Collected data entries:
- Opening Delimiter -

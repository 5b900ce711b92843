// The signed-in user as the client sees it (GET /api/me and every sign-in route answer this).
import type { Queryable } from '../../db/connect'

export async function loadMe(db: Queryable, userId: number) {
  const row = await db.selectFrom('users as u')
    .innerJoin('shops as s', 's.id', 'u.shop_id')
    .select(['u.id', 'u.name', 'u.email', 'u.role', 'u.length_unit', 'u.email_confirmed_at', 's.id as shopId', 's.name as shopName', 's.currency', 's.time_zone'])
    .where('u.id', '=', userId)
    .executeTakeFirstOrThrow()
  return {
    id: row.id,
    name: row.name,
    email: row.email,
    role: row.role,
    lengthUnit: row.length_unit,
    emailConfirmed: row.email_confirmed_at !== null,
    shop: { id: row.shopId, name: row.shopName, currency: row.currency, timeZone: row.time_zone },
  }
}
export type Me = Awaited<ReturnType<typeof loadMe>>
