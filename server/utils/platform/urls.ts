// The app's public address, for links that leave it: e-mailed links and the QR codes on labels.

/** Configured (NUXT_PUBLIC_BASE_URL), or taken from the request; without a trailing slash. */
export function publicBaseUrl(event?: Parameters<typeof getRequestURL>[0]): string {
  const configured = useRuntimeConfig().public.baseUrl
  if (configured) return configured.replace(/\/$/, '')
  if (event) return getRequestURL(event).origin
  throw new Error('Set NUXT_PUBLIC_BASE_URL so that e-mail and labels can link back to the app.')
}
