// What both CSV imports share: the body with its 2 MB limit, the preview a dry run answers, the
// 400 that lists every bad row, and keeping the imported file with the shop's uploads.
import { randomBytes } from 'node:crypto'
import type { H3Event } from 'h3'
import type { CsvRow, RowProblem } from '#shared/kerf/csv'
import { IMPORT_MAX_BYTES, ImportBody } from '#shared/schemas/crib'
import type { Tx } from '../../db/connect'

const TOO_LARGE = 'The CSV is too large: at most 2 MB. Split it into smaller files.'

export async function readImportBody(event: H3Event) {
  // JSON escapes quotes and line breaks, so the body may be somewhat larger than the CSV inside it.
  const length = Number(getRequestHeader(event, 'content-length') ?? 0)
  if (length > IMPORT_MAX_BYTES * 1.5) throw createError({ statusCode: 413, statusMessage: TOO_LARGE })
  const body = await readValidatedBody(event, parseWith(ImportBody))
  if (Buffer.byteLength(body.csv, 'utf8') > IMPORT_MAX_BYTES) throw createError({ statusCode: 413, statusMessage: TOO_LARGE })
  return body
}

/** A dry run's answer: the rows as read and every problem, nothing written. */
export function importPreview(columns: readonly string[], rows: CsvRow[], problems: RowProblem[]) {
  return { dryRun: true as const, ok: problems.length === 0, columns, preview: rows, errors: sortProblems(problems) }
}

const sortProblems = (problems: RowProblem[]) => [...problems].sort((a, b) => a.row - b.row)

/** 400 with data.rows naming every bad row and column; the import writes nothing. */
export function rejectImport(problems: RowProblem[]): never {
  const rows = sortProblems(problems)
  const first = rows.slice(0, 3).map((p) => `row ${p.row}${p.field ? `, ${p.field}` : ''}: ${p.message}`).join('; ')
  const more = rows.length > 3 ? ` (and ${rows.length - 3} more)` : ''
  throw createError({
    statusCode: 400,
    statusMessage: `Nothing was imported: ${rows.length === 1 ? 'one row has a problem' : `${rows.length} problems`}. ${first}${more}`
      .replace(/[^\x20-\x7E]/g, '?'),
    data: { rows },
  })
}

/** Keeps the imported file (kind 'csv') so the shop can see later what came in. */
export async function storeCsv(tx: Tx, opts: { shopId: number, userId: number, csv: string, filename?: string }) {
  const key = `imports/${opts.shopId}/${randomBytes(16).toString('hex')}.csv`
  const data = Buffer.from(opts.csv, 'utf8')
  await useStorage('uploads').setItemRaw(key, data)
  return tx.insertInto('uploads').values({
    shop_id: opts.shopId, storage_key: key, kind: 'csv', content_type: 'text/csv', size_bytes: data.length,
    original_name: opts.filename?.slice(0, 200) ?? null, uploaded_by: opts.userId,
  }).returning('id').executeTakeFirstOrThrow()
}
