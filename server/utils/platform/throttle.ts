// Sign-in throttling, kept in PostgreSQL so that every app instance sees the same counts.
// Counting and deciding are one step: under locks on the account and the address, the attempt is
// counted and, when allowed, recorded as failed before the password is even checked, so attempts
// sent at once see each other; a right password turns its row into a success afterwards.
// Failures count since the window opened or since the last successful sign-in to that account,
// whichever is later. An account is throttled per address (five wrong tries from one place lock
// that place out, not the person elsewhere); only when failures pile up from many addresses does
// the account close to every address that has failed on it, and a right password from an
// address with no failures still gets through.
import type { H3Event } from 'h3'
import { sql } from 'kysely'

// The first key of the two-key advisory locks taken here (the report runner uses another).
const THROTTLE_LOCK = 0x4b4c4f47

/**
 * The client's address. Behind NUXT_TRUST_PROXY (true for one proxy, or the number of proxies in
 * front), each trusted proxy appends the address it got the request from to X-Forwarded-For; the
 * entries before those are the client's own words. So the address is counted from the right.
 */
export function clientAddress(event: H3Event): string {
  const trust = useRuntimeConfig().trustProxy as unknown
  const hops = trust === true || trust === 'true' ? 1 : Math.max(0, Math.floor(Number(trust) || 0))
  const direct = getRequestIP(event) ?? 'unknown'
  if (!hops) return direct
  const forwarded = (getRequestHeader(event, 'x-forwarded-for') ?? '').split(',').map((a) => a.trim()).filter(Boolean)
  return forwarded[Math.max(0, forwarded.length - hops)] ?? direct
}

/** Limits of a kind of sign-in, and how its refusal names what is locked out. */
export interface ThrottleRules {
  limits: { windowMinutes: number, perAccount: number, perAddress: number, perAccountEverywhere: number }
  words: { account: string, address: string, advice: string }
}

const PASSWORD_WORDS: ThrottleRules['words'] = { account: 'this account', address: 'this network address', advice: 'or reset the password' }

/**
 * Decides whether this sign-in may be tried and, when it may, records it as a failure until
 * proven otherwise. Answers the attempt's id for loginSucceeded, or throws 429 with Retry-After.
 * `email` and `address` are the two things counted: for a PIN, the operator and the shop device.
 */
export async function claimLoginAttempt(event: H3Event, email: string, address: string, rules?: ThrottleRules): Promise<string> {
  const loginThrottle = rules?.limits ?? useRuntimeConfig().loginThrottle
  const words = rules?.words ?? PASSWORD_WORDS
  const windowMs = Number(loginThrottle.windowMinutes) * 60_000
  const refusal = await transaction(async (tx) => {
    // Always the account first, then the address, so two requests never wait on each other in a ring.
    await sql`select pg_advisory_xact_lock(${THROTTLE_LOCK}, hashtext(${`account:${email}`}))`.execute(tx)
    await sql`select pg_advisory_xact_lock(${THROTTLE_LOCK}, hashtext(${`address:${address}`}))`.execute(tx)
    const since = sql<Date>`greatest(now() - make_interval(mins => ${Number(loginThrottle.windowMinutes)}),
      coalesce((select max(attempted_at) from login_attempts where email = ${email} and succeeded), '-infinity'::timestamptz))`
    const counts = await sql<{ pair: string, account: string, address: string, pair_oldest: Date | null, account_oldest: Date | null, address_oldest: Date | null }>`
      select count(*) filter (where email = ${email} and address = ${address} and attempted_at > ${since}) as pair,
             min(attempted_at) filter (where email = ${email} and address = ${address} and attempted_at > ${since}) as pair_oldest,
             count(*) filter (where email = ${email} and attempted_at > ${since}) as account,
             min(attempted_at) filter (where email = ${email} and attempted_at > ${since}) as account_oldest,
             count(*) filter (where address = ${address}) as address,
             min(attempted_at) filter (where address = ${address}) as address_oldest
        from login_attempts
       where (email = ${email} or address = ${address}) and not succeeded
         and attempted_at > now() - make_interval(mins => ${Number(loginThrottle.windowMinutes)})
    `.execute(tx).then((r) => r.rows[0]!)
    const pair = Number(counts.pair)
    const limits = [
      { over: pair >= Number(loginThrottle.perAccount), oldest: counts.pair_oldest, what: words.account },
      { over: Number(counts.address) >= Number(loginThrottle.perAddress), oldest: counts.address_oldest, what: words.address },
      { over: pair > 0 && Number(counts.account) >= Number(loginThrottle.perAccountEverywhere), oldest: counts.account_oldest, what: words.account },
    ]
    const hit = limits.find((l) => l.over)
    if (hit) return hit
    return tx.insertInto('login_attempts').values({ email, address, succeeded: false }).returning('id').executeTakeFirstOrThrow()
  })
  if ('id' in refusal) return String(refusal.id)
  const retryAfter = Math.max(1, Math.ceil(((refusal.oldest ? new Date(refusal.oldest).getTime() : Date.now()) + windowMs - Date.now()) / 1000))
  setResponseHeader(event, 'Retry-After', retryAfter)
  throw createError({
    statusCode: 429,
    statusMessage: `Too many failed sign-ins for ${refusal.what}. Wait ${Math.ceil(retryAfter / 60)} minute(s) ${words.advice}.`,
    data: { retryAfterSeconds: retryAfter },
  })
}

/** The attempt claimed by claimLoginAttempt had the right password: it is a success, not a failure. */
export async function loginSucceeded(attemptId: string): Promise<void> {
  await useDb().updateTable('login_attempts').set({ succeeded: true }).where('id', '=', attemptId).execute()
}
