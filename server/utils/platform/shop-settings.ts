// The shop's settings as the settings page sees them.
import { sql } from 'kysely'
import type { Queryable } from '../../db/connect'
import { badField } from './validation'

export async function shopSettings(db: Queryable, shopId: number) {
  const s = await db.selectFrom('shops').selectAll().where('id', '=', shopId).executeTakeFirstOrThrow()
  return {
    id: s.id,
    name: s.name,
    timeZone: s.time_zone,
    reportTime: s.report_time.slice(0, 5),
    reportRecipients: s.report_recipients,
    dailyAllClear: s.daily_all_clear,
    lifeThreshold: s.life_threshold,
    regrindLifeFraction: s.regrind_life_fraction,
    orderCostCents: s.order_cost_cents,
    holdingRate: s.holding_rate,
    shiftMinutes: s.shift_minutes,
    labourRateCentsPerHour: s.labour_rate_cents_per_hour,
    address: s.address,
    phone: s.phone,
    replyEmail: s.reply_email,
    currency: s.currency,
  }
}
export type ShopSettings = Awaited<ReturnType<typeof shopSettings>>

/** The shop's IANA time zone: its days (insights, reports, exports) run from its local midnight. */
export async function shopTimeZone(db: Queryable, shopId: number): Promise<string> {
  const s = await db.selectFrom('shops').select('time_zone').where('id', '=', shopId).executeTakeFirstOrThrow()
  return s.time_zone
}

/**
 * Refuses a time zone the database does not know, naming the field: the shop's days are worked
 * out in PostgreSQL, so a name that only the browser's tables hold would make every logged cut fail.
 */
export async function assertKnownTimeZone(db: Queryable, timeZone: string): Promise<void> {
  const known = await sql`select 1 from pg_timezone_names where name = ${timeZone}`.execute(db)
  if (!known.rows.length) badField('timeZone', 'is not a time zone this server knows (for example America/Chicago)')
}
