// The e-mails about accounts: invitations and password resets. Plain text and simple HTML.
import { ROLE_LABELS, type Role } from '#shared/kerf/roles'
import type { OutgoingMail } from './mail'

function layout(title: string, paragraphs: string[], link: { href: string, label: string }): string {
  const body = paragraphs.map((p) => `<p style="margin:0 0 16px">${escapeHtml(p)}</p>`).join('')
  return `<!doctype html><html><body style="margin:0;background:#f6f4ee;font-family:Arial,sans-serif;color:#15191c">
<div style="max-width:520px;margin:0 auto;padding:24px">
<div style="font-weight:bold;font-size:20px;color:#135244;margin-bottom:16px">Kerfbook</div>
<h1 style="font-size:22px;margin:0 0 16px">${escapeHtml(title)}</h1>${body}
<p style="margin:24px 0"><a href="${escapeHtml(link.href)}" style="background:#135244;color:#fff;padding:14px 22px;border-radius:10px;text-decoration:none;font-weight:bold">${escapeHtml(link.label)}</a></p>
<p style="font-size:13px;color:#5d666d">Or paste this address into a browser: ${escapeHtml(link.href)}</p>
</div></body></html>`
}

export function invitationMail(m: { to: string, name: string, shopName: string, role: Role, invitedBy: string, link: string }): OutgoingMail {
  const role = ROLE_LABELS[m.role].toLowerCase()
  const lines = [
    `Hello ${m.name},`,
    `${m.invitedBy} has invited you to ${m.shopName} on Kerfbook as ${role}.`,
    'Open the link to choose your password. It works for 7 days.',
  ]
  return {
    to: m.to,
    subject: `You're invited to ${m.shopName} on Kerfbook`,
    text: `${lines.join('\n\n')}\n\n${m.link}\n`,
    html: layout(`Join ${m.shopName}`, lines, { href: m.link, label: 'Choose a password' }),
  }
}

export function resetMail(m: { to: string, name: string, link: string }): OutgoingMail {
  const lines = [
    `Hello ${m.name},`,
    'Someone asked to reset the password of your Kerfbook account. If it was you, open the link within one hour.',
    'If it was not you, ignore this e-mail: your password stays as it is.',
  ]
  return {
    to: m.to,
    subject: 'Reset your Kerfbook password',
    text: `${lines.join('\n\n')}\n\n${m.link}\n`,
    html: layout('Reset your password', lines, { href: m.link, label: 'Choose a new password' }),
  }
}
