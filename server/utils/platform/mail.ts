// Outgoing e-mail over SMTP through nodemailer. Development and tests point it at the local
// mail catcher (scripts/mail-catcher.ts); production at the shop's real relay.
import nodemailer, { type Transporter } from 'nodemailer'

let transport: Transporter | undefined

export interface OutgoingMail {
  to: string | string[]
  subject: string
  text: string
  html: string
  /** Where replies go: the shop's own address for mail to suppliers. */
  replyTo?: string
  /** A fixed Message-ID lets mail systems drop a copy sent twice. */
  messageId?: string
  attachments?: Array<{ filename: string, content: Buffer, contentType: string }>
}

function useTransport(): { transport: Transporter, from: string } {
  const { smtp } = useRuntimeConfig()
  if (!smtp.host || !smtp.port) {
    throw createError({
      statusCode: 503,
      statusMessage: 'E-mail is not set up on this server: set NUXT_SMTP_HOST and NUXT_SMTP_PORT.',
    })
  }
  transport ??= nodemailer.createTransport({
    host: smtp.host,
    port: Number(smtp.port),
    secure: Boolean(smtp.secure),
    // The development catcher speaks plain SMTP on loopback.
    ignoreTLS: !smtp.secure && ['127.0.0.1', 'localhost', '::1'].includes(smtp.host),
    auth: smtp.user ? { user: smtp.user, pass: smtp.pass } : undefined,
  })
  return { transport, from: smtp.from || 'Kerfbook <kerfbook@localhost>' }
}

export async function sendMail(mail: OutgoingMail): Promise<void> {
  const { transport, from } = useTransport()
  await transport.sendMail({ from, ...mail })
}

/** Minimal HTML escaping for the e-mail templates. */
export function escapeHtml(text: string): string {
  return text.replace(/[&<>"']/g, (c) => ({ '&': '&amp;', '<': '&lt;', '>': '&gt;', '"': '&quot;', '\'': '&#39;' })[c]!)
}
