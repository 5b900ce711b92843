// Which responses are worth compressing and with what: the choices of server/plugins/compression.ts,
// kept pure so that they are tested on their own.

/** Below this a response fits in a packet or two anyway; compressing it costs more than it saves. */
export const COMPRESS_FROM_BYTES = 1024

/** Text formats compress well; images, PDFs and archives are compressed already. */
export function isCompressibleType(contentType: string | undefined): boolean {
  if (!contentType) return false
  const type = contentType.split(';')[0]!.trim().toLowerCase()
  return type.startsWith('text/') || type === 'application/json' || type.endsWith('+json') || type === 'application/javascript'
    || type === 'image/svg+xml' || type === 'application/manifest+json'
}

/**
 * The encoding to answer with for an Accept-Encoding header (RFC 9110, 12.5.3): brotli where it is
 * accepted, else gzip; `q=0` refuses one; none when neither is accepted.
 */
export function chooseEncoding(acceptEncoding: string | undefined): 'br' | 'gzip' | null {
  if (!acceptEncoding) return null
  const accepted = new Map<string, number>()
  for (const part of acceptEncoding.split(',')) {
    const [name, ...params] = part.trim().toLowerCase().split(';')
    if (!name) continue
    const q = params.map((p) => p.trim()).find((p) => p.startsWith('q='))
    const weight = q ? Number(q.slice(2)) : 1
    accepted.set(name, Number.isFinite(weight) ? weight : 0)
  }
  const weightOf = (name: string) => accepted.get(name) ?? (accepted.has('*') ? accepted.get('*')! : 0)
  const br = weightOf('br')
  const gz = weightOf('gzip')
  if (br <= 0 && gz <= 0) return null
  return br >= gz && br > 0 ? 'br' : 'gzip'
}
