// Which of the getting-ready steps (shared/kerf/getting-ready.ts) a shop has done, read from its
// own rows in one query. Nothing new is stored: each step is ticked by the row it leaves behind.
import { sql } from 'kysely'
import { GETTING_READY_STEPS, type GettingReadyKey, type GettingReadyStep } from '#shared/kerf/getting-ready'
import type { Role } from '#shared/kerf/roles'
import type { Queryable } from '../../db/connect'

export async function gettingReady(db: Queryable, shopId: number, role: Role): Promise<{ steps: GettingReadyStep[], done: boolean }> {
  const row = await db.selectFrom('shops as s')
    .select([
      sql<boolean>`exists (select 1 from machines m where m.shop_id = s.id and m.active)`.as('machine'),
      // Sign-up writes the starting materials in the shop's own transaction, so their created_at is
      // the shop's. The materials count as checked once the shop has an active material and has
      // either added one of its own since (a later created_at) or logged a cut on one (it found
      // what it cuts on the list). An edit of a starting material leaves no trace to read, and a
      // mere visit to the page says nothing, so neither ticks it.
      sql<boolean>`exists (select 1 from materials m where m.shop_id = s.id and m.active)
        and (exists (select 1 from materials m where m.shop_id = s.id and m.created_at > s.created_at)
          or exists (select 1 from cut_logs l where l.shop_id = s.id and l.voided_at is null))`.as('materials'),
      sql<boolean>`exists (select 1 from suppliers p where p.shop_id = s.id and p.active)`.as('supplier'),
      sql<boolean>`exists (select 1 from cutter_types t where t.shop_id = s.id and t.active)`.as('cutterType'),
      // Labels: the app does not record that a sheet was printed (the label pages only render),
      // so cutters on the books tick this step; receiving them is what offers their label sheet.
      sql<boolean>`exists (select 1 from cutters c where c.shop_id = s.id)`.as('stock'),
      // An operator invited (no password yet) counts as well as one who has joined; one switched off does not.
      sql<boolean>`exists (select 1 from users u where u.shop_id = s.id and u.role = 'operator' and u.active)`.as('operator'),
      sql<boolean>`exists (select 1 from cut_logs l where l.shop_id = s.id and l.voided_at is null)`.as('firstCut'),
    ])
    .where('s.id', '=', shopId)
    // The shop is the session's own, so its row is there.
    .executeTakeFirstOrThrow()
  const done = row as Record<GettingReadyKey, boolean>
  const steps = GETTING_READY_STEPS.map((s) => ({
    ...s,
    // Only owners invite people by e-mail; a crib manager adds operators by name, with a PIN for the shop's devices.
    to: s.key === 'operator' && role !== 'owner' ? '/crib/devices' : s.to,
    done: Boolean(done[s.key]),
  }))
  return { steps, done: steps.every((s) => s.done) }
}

- Closing Delimiter -

### [ACTIVITY]
Say how many lines in the entries contain the string "selectFrom". Nothing else belongs in the reply.

### [ANSWER TO THIS TASK]
4